5. The Sharing Workflow

The practical workflow for a multi-site research network: Step 1: Coordinating center builds initial mapping file (Use Case A)
  • Extract all unique local codes from the first participating site
  • Look up each via OMOPHub
  • Human reviews and approves each mapping
  • Save as source_to_concept_map CSV
Step 2: Distribute to network participants
  • Share via GitHub repo, shared drive, or project data package
  • Include review metadata (_match_method, _reviewed, _reviewer)
Step 3: Each site adapts the shared file (Use Case B)
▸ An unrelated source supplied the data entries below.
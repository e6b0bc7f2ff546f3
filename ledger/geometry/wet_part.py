"""Second moments of the part of a cell below a level, and of its free surface.

These are asked once for a quantity of fuel, not hundreds of times, so the wet part of each triangle
is made and integrated as it stands.
"""

from __future__ import annotations

import numpy as np

from ledger.geometry.moments import Moments, matrix
from ledger.geometry.standing import Floats, Standing
from ledger.geometry.vectors import vector


def wet_triangles(standing: Standing, level: float) -> Floats:
    """Triangles (k, 3, 3) of the walls below a level of the frame, in the frame.

    A triangle that lies in the level is left out: the free surface there is the one just below.
    """
    points = np.stack((standing.x, standing.y, standing.z), axis=1)
    corners = points[standing.faces]
    under = corners[:, :, 2] < level
    count = under.sum(axis=1)
    pieces = [corners[(count == 3)]]
    for wet, lone_under in ((1, True), (2, False)):
        chosen = np.flatnonzero(count == wet)
        lone = np.argmax(under[chosen] == lone_under, axis=1)
        a, b, c = (corners[chosen, (lone + turn) % 3] for turn in range(3))
        ab, ac = _at_level(a, b, level), _at_level(a, c, level)
        if lone_under:
            pieces.append(np.stack((a, ab, ac), axis=1))
        else:
            pieces.extend((np.stack((ab, b, c), axis=1), np.stack((ab, c, ac), axis=1)))
    return np.concatenate(pieces)


def _at_level(start: Floats, end: Floats, level: float) -> Floats:
    share = (level - start[:, 2]) / (end[:, 2] - start[:, 2])
    point = start + share[:, None] * (end - start)
    point[:, 2] = level
    return np.asarray(point)


def _projected(triangles: Floats) -> Floats:
    p, q, r = triangles[:, 0], triangles[:, 1], triangles[:, 2]
    return np.asarray(
        0.5 * ((q[:, 0] - p[:, 0]) * (r[:, 1] - p[:, 1]) - (r[:, 0] - p[:, 0]) * (q[:, 1] - p[:, 1]))
    )


def _mean_of_three(f: Floats, g: Floats, h: Floats) -> Floats:
    """Mean over a triangle of the product of three linear functions given at its corners (k, 3)."""
    sum_f, sum_g, sum_h = f.sum(axis=1), g.sum(axis=1), h.sum(axis=1)
    pairs = (f * g).sum(axis=1) * sum_h + (f * h).sum(axis=1) * sum_g + (g * h).sum(axis=1) * sum_f
    return np.asarray((sum_f * sum_g * sum_h + pairs + 2.0 * (f * g * h).sum(axis=1)) / 60.0)


def _mean_of_two(f: Floats, g: Floats) -> Floats:
    return np.asarray((f.sum(axis=1) * g.sum(axis=1) + (f * g).sum(axis=1)) / 12.0)


def wet_moments(standing: Standing, level: float) -> Moments:
    """Volume (m3), centroid and second moments (m5) of the part below a level of the frame, build axes."""
    triangles = wet_triangles(standing, level)
    area = _projected(triangles)
    x, y = triangles[:, :, 0], triangles[:, :, 1]
    z = triangles[:, :, 2] - level
    volume = float(area @ z.mean(axis=1))
    first = np.array([area @ _mean_of_two(x, z), area @ _mean_of_two(y, z), area @ _mean_of_two(z, z) / 2.0])
    xz, yz = area @ _mean_of_three(x, z, z) / 2.0, area @ _mean_of_three(y, z, z) / 2.0
    xy = area @ _mean_of_three(x, y, z)
    second = np.array(
        [
            [area @ _mean_of_three(x, x, z), xy, xz],
            [xy, area @ _mean_of_three(y, y, z), yz],
            [xz, yz, area @ _mean_of_three(z, z, z) / 3.0],
        ]
    )
    return _in_build_axes(standing, level, volume, first, second)


def free_surface_moments(standing: Standing, level: float) -> Moments:
    """Area (m2), centroid and second moments (m4) of the free surface at a level of the frame, build axes."""
    triangles = wet_triangles(standing, level)
    area = -_projected(triangles)
    x, y = triangles[:, :, 0], triangles[:, :, 1]
    first = np.array([area @ x.mean(axis=1), area @ y.mean(axis=1), 0.0])
    xy = area @ _mean_of_two(x, y)
    second = np.array([[area @ _mean_of_two(x, x), xy, 0.0], [xy, area @ _mean_of_two(y, y), 0.0], [0.0] * 3])
    return _in_build_axes(standing, level, float(area.sum()), first, second)


def _in_build_axes(
    standing: Standing, level: float, measure: float, first: Floats, second: Floats
) -> Moments:
    local = first / measure
    about = second - np.outer(first, first) / measure
    local[2] += level
    return Moments(
        measure=measure,
        centroid=vector(standing.in_build_axes(local[None, :])[0]),
        second=matrix(standing.axes.T @ about @ standing.axes),
    )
  • Match their local codes against the shared mappings by display name similarity
  • Use OMOPHub to fill gaps (codes not in the shared file)
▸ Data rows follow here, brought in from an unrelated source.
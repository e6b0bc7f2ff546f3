"""Zeroth, first and second moments of a length, an area or a volume, in plain floats.

`second` is the matrix of the integrals of r r^T about the centroid, whose diagonal holds the
integrals of x^2, y^2 and z^2. It adds, moves and mirrors with fewer signs to get wrong than the
inertia tensor, which `inertia_of` makes of it at the end.
"""

from __future__ import annotations

import math
from collections.abc import Iterable, Sequence
from dataclasses import dataclass

from ledger.geometry.vectors import Vector, vector

Matrix = tuple[Vector, Vector, Vector]


@dataclass(frozen=True, slots=True, kw_only=True)
class Moments:
    """What a body of unit density has: how much, where, and how spread.

    measure : float
        Metres of a line, square metres of a surface or cubic metres of a solid; not negative.
    centroid : (3,) tuple
        Metres.
    second : 3 x 3 tuple
        Integral of r r^T about the centroid, measure times square metres; symmetric.
    Raises ValueError for a value that is not finite or a negative measure.
    """

    measure: float
    centroid: Vector
    second: Matrix

    def __post_init__(self) -> None:
        numbers = (self.measure, *self.centroid, *(value for row in self.second for value in row))
        if not all(math.isfinite(number) for number in numbers):
            raise ValueError("moments must be finite")
        if self.measure < 0.0:
            raise ValueError("a measure cannot be negative")


def matrix(rows: Iterable[Iterable[float]]) -> Matrix:
    """Plain floats of any three rows of three numbers, made exactly symmetric."""
    full = [[float(value) for value in row] for row in rows]
    xy, xz, yz = (0.5 * (full[i][j] + full[j][i]) for i, j in ((0, 1), (0, 2), (1, 2)))
    return ((full[0][0], xy, xz), (xy, full[1][1], yz), (xz, yz, full[2][2]))


def moved(moments: Moments, by_m: Sequence[float]) -> Moments:
    """The same body shifted by a vector in metres."""
    x, y, z = (at + by for at, by in zip(moments.centroid, vector(by_m), strict=True))
    return Moments(measure=moments.measure, centroid=(x, y, z), second=moments.second)


def mirrored(moments: Moments) -> Moments:
    """The body seen in the plane y = 0: the integrals of xy and yz change sign."""
    x, y, z = moments.centroid
    (xx, xy, xz), (_, yy, yz), (_, _, zz) = moments.second
    second = ((xx, -xy, xz), (-xy, yy, -yz), (xz, -yz, zz))
    return Moments(measure=moments.measure, centroid=(x, -y, z), second=second)


def turned(moments: Moments, axes: Sequence[Sequence[float]]) -> Moments:
    """The body whose own axes are laid along three unit vectors.

    axes : 3 rows
        Where the body's X, Y and Z point afterwards; orthonormal (not checked here).
    """
    rows = [vector(row) for row in axes]
    x, y, z = moments.centroid
    centroid = vector([x * rows[0][i] + y * rows[1][i] + z * rows[2][i] for i in range(3)])
    s = moments.second
    half = [[sum(s[a][b] * rows[b][j] for b in range(3)) for j in range(3)] for a in range(3)]
    second = [[sum(rows[a][i] * half[a][j] for a in range(3)) for j in range(3)] for i in range(3)]
    return Moments(measure=moments.measure, centroid=centroid, second=matrix(second))


def placed(
    moments: Moments, origin_m: Sequence[float], across: Sequence[float], up_axis: Sequence[float]
) -> Moments:
    """The body laid with its X along `across`, its Y along `up_axis` and its origin at `origin_m`.

    The two axes are normalised and squared to one another; the third is across x up_axis.
    Raises ValueError where they are not square within 0.1 degree (see `placement.axes_square`).
    """
    from ledger.geometry.placement import axes_of

    return moved(turned(moments, axes_of(across, up_axis)), origin_m)


def add(*parts: Moments) -> Moments:
    """One body of several, by the parallel-axis theorem.

    Where nothing has any measure the centroid is that of the first. Raises ValueError for no parts.
    """
    if not parts:
        raise ValueError("nothing to add")
    total = math.fsum(part.measure for part in parts)
    if total == 0.0:
        centroid = parts[0].centroid
    else:
        centroid = vector([math.fsum(p.measure * p.centroid[i] for p in parts) / total for i in range(3)])
    second = [[0.0] * 3 for _ in range(3)]
    for i in range(3):
        for j in range(3):
            second[i][j] = math.fsum(
                value
                for p in parts
                for value in (
                    p.second[i][j],
                    p.measure * (p.centroid[i] - centroid[i]) * (p.centroid[j] - centroid[j]),
                )
            )
    return Moments(measure=total, centroid=centroid, second=matrix(second))


def scaled(moments: Moments, times: float) -> Moments:
    """The same shape with its measure and second moments multiplied, as by a density or a thickness."""
    second = matrix([[value * times for value in row] for row in moments.second])
    return Moments(measure=moments.measure * times, centroid=moments.centroid, second=second)


def inertia_of(second: Sequence[Sequence[float]], mass_per_measure: float) -> Matrix:
    """Inertia tensor of a body: trace times unity less the second moments, times its density.

    Off the diagonal it holds minus the integrals of xy, xz and yz over the mass. kg m2, about the
    point the second moments are about.
    """
    (xx, xy, xz), (_, yy, yz), (_, _, zz) = matrix(second)
    k = mass_per_measure
    return (
        (k * (yy + zz), -k * xy, -k * xz),
        (-k * xy, k * (xx + zz), -k * yz),
        (-k * xz, -k * yz, k * (xx + yy)),
    )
  • Contribute new mappings back to the shared file
Step 4: Iterate
  • The mapping file grows with each new site
  • Later sites have fewer gaps to fill
  • The coordinating center merges contributions and resolves conflicts
This isn’t a fancy platform feature - it’s a disciplined workflow using standard formats and a fast vocabulary API. But it’s how the Silo Tax actually gets reduced in practice. What a future collaborative mapping feature could add:
  • Centralized, API-accessible mapping repository (search other institutions’ mappings)
  • Confidence scoring based on number of institutions that agree on a mapping
  • Version-controlled mapping provenance
  • Automated conflict detection when institutions map the same local code differently
These would be genuinely valuable - but they require infrastructure beyond what OMOPHub currently provides. The workflow above works today.
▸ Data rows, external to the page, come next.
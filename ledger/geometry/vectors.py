"""Points and directions as three plain floats: for what is asked of one rim or one axis, not of a mesh."""

from __future__ import annotations

import math
from collections.abc import Iterable

Vector = tuple[float, float, float]


def vector(values: Iterable[float]) -> Vector:
    """Three plain floats of any sequence of three numbers."""
    x, y, z = values
    return (float(x), float(y), float(z))


def dot(a: Vector, b: Vector) -> float:
    """Inner product."""
    return a[0] * b[0] + a[1] * b[1] + a[2] * b[2]


def cross(a: Vector, b: Vector) -> Vector:
    """Outer product: square to both, right-handed."""
    return (a[1] * b[2] - a[2] * b[1], a[2] * b[0] - a[0] * b[2], a[0] * b[1] - a[1] * b[0])


def plus(a: Vector, b: Vector) -> Vector:
    """The sum of two vectors."""
    return (a[0] + b[0], a[1] + b[1], a[2] + b[2])


def less(a: Vector, b: Vector) -> Vector:
    """The vector from b to a."""
    return (a[0] - b[0], a[1] - b[1], a[2] - b[2])


def times(a: Vector, factor: float) -> Vector:
    """The vector made longer by a factor."""
    return (a[0] * factor, a[1] * factor, a[2] * factor)


def unit_of(a: Vector) -> Vector:
    """The vector made one long. Raises ValueError for one without a length, or not finite."""
    length = math.hypot(*a)
    if not (math.isfinite(length) and length > 0.0):
        raise ValueError("a direction must have a length")
    return (a[0] / length, a[1] / length, a[2] / length)


def mean_of(points: tuple[Vector, ...]) -> Vector:
    """The mean of some points, at least one."""
    x, y, z = (math.fsum(axis) / len(points) for axis in zip(*points, strict=True))
    return (x, y, z)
6. Conclusion: Share Mappings, Not Just Vocabularies

The Silo Tax persists because sharing local-to-standard mappings is harder than it should be. Standard vocabularies are shared (via Athena). Phenotype definitions are shared (via OHDSI PhenotypeLibrary). But the translation layer - the source_to_concept_map that each site builds laboriously - stays locked in institutional silos. OMOPHub makes building that mapping file fast: search for a local code display name, get back the standard OMOP concept, write it to the mapping table. The source_to_concept_map format makes the file portable: CSV in, CSV out, same schema everywhere. The missing piece isn’t technology - it’s workflow discipline. If your research network adopts the pattern of building, sharing, and iterating on mapping files, the Silo Tax drops with every site that joins. The first hospital does 100% of the mapping work. The second does 30%. By the fifth, it’s mostly review and edge cases. Start with one mapping file. Build it with OMOPHub. Share it with your network. Let the next site extend it. That’s how collaborative mapping works in practice - not with a magic platform, but with standard formats and a fast vocabulary API.